Magistrado ponente: Eduardo Adolfo López Villegas

Decreto 2591 de 1991

CORTE SUPREMA DE JUSTICIA República de Colombia Corte Suprema de Justicia PÁGINA 7 Tutela: Rad. 9001 6 CORTE SUPREMA DE JUSTICIA SALA DE CASACIÓN LABORAL MAGISTRADO PONENTE EDUARDO LÓPEZ VILLEGAS Tutela: Expediente No. 9001 Acta No.27 Bogotá, D.C., seis (6) de mayo de dos mil tres (2003). Resuelve la Corte la impugnación interpuesta por la señora GLADYS CECILIA ESCORCIA SILVERA, quien actúa en calidad de madre de la menor IRIS ROCIO DOMÍNGUEZ ESCORCIA, contra el fallo proferido por la Sala Laboral del Tribunal Superior del Distrito Judicial de Barranquilla, de fecha 13 de marzo de 2.003 dentro de la acción de tutela promovida por la impugnante contra los COORDINADORES DE PENSIONES Y DE PRESTACIONES ECONOMICAS DEL GRUPO INTERNO DE TRABAJO GIT DEL MINISTERIO DE TRABAJO Y SALUD.

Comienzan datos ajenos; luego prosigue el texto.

"""Find what an HTML page would load from elsewhere: a record must load nothing.

:func:`external_references` parses the page with :mod:`html.parser` and lists every reference
that is not a ``data:`` URI, a ``#fragment`` or a relative local path: script, image, frame,
media and link sources, ``srcset`` entries, and CSS ``url(...)`` and ``@import`` in ``<style>``
elements and ``style`` attributes. Script bodies are not searched (they are code, and the
inline BokehJS carries URLs in strings that it never fetches for a static plot).
"""

from __future__ import annotations

import re
from html.parser import HTMLParser
from urllib.parse import urlsplit

#: Attributes the browser fetches on whatever element carries them (script, image, frame and
#: media sources, media posters, legacy backgrounds).
_FETCHED_ANY = {"src", "poster", "background"}
#: (tag, attribute) pairs fetched only on those elements.
_FETCHED = {
    ("object", "data"), ("link", "href"), ("image", "href"), ("image", "xlink:href"),
    ("use", "href"), ("use", "xlink:href"), ("feimage", "href"), ("base", "href"),
}
_CSS_URL_RE = re.compile(r"""url\(\s*(?P<q>['"]?)(?P<u>.*?)(?P=q)\s*\)""", re.IGNORECASE)
_CSS_IMPORT_RE = re.compile(r"""@import\s+(?P<q>['"])(?P<u>.*?)(?P=q)""", re.IGNORECASE)


def is_local(ref: str) -> bool:
    """True for a ``data:`` URI, a ``#fragment``, an empty value or a relative local path."""
    r = ref.strip()
    if not r or r.startswith("#"):
        return True
    if r.startswith("//"):  # protocol-relative: another host
        return False
    parts = urlsplit(r)
    if parts.scheme:
        return parts.scheme.lower() == "data"
    return not parts.netloc


def css_references(css: str) -> list[str]:
    """Every ``url(...)`` and ``@import "..."`` target in a piece of CSS."""
    found = [m.group("u") for m in _CSS_URL_RE.finditer(css)]
    found += [m.group("u") for m in _CSS_IMPORT_RE.finditer(css)]
    return found


class _Collector(HTMLParser):
    def __init__(self) -> None:
        super().__init__(convert_charrefs=True)
        self.refs: list[str] = []
        self._in_style = False

    def handle_starttag(self, tag, attrs):
        tag = tag.lower()
        for name, value in attrs:
            if value is None:
                continue
            name = name.lower()
            if name in _FETCHED_ANY or (tag, name) in _FETCHED:
                if tag == "link" and not _link_fetches(attrs):
                    continue
                self.refs.append(value)
            elif name in ("srcset", "imagesrcset"):
                self.refs += [c.strip().split()[0] for c in value.split(",") if c.strip()]
            elif name == "style":
                self.refs += css_references(value)
        if tag == "style":
            self._in_style = True

    handle_startendtag = handle_starttag

    def handle_endtag(self, tag):
        if tag.lower() == "style":
            self._in_style = False

    def handle_data(self, data):
        if self._in_style:
            self.refs += css_references(data)


def _link_fetches(attrs) -> bool:
    """A ``<link>`` whose target the browser loads (stylesheet, icon, preload...)."""
    rel = " ".join((v or "") for k, v in attrs if k.lower() == "rel").lower().split()
    passive = {"canonical", "alternate", "author", "help", "license", "next", "prev", "search",
               "bookmark", "external", "nofollow", "noopener", "noreferrer", "tag"}
    return not rel or any(r not in passive for r in rel)


def external_references(html_text: str) -> list[str]:
    """List what a page would load from outside itself.

    Parameters
    ----------
    html_text : str
        A whole HTML document or a fragment.

    Returns
    -------
    list of str
        Each reference that is not a ``data:`` URI, a fragment or a relative local path, in the
        order met; empty for a self-contained page.
    """
    p = _Collector()
    p.feed(html_text)
    p.close()
    return [r for r in p.refs if not is_local(r)]
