"""Calculation records: workbooks executed headless into self-contained HTML.

The entry points are :func:`kit.record.render.record_design` and
:func:`kit.record.render.new_folder`; :func:`kit.record.offline.external_references` checks that
a page loads nothing from elsewhere; :mod:`kit.record.staging` gives each record folder one
writer and swaps a finished set into place whole. Importing this package imports none of
nbclient, nbconvert or bokeh; the modules load them when they run.
"""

I.- ANTECEDENTES 1.- La accionante citada instauró acción de tutela contra los funcionarios mencionados, por considerar que se le han vulnerado los derechos fundamentales de mínimo vital, debido proceso y de petición, con el fin de que se “1. Proteja los derechos invocados. 2. Indique a la autoridad contra quien se dirige esta acción, cese de inmediato la violación de los mismos y realice todas las acciones pertinentes para que se reconozcan los mismos. 3.

Ordene la indexación de los dineros adeudados, a fin de volver adquisitivos esta suma, pues ha sido devaluada con el transcurso del tiempo.” (Folios 6 y 7). Afirma, en síntesis la accionante, que en calidad de viuda del señor Benjamín Antonio Domínguez y en nombre de sus hijos Iris Rocío y Sander José Domínguez Escorcia solicitó y obtuvo la sustitución pensional la que le fue reconocida mediante Resolución No. 002152 del 200, en la que se le reconoció el 50% en calidad de cónyuge del fallecido pensionado y el 50% a los hijos del mismo Iris Rocío, Sander José y Antonio Mario Domínguez Escorcia, pero en relación con el último el reconocimiento y pago quedó supeditado a la acreditación de los estudios en atención a que era mayor de edad.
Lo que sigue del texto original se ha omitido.